- WHAT YOU NEED TO DO
Only one stretch of the data below is wanted: the lines from the one with "POINTS_FOR_CONSTANT = 4" through the one with "threshold [V] +", repeated exactly.

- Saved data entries

-- Opening Marker --

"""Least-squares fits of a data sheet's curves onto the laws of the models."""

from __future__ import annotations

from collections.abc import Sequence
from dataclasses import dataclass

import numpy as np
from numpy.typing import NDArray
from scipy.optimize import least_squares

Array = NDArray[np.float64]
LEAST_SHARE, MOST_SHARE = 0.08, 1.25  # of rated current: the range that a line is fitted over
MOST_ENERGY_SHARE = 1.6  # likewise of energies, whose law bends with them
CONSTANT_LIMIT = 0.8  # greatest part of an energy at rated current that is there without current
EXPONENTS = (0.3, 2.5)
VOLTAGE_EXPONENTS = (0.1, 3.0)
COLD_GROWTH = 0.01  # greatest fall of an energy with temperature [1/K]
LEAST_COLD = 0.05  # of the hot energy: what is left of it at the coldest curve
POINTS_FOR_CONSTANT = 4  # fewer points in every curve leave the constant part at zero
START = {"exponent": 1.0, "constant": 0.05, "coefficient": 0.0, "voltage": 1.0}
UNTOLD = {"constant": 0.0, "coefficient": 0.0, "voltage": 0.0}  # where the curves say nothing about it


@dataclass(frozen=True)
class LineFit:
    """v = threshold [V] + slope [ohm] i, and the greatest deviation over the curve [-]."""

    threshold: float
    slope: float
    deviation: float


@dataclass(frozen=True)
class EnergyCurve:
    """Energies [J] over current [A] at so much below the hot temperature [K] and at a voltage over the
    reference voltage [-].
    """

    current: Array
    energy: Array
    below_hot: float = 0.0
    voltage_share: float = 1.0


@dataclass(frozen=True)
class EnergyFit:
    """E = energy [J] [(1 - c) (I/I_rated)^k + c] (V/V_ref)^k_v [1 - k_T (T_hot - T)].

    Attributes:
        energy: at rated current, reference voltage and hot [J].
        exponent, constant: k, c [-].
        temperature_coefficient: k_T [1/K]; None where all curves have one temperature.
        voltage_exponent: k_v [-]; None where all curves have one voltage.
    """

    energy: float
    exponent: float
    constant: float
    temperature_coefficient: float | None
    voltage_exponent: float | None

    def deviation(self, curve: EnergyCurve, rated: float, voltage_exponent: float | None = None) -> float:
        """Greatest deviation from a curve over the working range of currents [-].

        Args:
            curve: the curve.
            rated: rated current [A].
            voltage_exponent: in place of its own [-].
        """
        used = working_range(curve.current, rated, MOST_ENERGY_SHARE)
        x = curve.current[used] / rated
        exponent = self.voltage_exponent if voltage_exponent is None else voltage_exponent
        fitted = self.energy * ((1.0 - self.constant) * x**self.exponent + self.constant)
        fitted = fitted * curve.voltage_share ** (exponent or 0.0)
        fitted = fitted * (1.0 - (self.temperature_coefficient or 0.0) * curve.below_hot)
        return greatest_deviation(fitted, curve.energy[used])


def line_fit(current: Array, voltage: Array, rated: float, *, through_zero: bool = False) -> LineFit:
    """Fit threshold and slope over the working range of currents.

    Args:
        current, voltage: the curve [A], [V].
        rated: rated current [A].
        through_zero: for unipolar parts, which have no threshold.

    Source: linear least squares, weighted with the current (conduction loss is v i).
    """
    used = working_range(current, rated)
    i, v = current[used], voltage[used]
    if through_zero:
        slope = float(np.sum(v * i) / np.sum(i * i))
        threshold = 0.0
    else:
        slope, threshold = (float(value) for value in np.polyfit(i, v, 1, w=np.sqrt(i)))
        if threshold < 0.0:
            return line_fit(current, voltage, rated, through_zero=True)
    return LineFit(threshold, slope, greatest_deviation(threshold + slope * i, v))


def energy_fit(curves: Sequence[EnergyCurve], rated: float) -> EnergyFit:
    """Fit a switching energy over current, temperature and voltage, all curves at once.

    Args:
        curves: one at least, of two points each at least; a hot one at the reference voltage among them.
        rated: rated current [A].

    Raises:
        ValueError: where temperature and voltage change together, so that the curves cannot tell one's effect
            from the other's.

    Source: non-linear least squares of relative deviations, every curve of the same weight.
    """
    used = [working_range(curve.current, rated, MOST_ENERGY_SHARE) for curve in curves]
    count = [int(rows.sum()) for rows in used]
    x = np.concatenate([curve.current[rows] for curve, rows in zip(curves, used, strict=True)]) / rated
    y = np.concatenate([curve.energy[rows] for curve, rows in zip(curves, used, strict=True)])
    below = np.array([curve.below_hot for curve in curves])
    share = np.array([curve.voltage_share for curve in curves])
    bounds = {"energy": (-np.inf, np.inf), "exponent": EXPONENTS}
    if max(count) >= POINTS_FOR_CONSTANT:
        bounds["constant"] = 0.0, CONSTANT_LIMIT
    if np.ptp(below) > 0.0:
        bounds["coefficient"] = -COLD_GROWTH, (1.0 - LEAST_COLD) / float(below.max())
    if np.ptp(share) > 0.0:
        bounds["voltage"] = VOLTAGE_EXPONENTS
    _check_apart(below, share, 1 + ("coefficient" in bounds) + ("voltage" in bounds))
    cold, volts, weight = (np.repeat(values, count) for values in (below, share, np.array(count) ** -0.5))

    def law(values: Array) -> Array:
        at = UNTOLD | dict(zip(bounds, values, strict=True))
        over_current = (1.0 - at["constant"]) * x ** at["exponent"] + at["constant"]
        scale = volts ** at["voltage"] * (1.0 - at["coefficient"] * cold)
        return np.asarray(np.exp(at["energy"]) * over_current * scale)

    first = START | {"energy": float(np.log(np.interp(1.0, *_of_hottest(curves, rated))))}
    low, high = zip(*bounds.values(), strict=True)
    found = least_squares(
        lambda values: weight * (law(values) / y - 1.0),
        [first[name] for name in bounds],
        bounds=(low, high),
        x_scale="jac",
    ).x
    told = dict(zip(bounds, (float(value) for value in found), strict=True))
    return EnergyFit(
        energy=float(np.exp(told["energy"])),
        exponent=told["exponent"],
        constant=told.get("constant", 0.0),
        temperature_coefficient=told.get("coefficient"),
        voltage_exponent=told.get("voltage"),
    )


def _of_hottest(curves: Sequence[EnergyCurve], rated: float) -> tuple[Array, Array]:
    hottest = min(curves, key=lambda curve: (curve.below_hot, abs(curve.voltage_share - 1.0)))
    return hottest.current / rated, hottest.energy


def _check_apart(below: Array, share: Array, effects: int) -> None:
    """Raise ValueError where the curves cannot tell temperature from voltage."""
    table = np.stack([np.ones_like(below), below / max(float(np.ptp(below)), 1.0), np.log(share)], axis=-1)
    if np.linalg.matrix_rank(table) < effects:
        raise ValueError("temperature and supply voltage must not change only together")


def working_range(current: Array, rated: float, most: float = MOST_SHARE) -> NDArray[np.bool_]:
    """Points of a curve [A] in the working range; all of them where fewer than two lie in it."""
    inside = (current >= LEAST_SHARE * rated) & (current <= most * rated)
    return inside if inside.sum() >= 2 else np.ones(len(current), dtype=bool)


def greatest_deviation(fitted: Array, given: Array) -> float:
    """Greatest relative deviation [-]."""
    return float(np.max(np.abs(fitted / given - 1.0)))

-- Closing Marker --

- COMPLETED TASK
POINTS_FOR_CONSTANT = 4  # fewer points in every curve leave the constant part at zero
START = {"exponent": 1.0, "constant": 0.05, "coefficient": 0.0, "voltage": 1.0}
UNTOLD = {"constant": 0.0, "coefficient": 0.0, "voltage": 0.0}  # where the curves say nothing about it


@dataclass(frozen=True)
class LineFit:
    """v = threshold [V] + slope [ohm] i, and the greatest deviation over the curve [-]."""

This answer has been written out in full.